What the exercise asks: Go line by line through the listing below and copy those that hold "super".

Data supplied:
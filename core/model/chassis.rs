//! Stage 6a, chassis equations: the planar body motion, roll and pitch, and
//! the filter of the lateral acceleration used by the roll-centre transfer.

use super::prepared::{ChassisConstants, WheelConstants};
use super::state::{
    AY_GEOMETRIC, PITCH, PITCH_RATE, ROLL, ROLL_RATE, State, VX, VY, X, Y, YAW, YAW_RATE,
};
use super::tyres::ContactPatches;
use crate::params::{Chassis, GRAVITY};

/// Time constant of the lateral acceleration used for roll-centre load transfer, s.
pub const AY_GEOMETRIC_TIME_CONSTANT: f64 = 0.02;

/// Accelerations of the CG in body axes, m/s².
#[derive(Debug, Clone, Copy, Default, PartialEq)]
pub struct BodyAcceleration {
    /// Longitudinal acceleration v̇x − r·vy, m/s².
    pub ax: f64,
    /// Lateral acceleration v̇y + r·vx, m/s².
    pub ay: f64,
}

/// Writes the derivatives of pose, body velocities, roll, pitch and the
/// filtered lateral acceleration into `d`; returns the CG accelerations.
///
/// - m·(v̇x − r·vy) = ΣFx + F_drag, m·(v̇y + r·vx) = ΣFy, Iz·ṙ = Σ(xᵢ·Fyᵢ − yᵢ·Fxᵢ)
///   with the tyre forces rotated from wheel to body axes (Newton–Euler in a
///   rotating frame; Milliken & Milliken, *Race Car Vehicle Dynamics*, ch. 5;
///   Gillespie, *Fundamentals of Vehicle Dynamics*, ch. 6);
/// - Ixx·φ̈ = m·ay·H + m·g·H·sin φ − KΦ·φ − CΦ·φ̇ with H the CG height above
///   the roll axis (the inertial force −m·ay at height H rolls the body
///   towards the outside of the turn: right side down, φ > 0, in a left
///   turn; the weight of the body displaced sideways by H·sin φ adds the
///   overturning moment m·g·H·sin φ), so that in steady state the roll
///   gradient is dφ/day = m·H/(KΦ − m·g·H) (Gillespie, *Fundamentals of
///   Vehicle Dynamics*, ch. 8, roll gradient; the whole mass is taken as
///   sprung);
/// - Iyy·θ̈ = −m·ax·h − Kθ·θ − Cθ·θ̇ (pitch centre at the ground), so that in
///   steady state the elastic transfer is m·ax·h/L (Milliken & Milliken,
///   ch. 18); the CG shift due to pitch (m·g·h·θ) is neglected, as in that formula;
/// - τ·ȧyg = ay − ayg, the filter of the roll-centre transfer.
///
/// Divisions by m, Iz, Ixx and Iyy are multiplications by the reciprocals of
/// [`ChassisConstants`].
#[inline(always)]
pub fn chassis_equations(
    c: &Chassis,
    k: &ChassisConstants,
    wheels: &WheelConstants,
    patches: &ContactPatches,
    drag_force: f64,
    x: &State,
    d: &mut State,
) -> BodyAcceleration {
    let (vx, vy, r) = (x[VX], x[VY], x[YAW_RATE]);
    let (roll, roll_rate, pitch, pitch_rate) = (x[ROLL], x[ROLL_RATE], x[PITCH], x[PITCH_RATE]);
    let m = c.mass;
    // Tyre forces in body axes, their sum and their yaw moment about the CG.
    let (mut sum_fx, mut sum_fy, mut yaw_moment) = (0.0, 0.0, 0.0);
    for i in 0..4 {
        let (px, py) = (wheels.px[i], wheels.py[i]);
        let (sin_d, cos_d) = (patches.sin_steer[i], patches.cos_steer[i]);
        let fx_body = patches.fx[i] * cos_d - patches.fy[i] * sin_d;
        let fy_body = patches.fx[i] * sin_d + patches.fy[i] * cos_d;
        sum_fx += fx_body;
        sum_fy += fy_body;
        yaw_moment += px * fy_body - py * fx_body;
    }
    let inv_m = k.inv_mass;
    let ax = (sum_fx + drag_force) * inv_m;
    let ay = sum_fy * inv_m;
    // Planar body motion and pose.
    let (sin_yaw, cos_yaw) = x[YAW].sin_cos();
    d[X] = vx * cos_yaw - vy * sin_yaw;
    d[Y] = vx * sin_yaw + vy * cos_yaw;
    d[YAW] = r;
    d[VX] = ax + r * vy;
    d[VY] = ay - r * vx;
    d[YAW_RATE] = yaw_moment * k.inv_yaw_inertia;
    // Roll about the roll axis and pitch about the ground.
    let arm = k.roll_arm;
    let (roll_stiffness, roll_damping) = (k.roll_stiffness, k.roll_damping);
    d[ROLL] = roll_rate;
    d[ROLL_RATE] = (m * ay * arm + m * GRAVITY * arm * roll.sin()
        - roll_stiffness * roll
        - roll_damping * roll_rate)
        * k.inv_roll_inertia;
    d[PITCH] = pitch_rate;
    d[PITCH_RATE] =
        (-m * ax * c.cg_height - c.pitch_stiffness * pitch - c.pitch_damping * pitch_rate)
            * k.inv_pitch_inertia;
    d[AY_GEOMETRIC] = (ay - x[AY_GEOMETRIC]) / AY_GEOMETRIC_TIME_CONSTANT;
    BodyAcceleration { ax, ay }
}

Answer:
use super::prepared::{ChassisConstants, WheelConstants};
use super::state::{
use super::tyres::ContactPatches;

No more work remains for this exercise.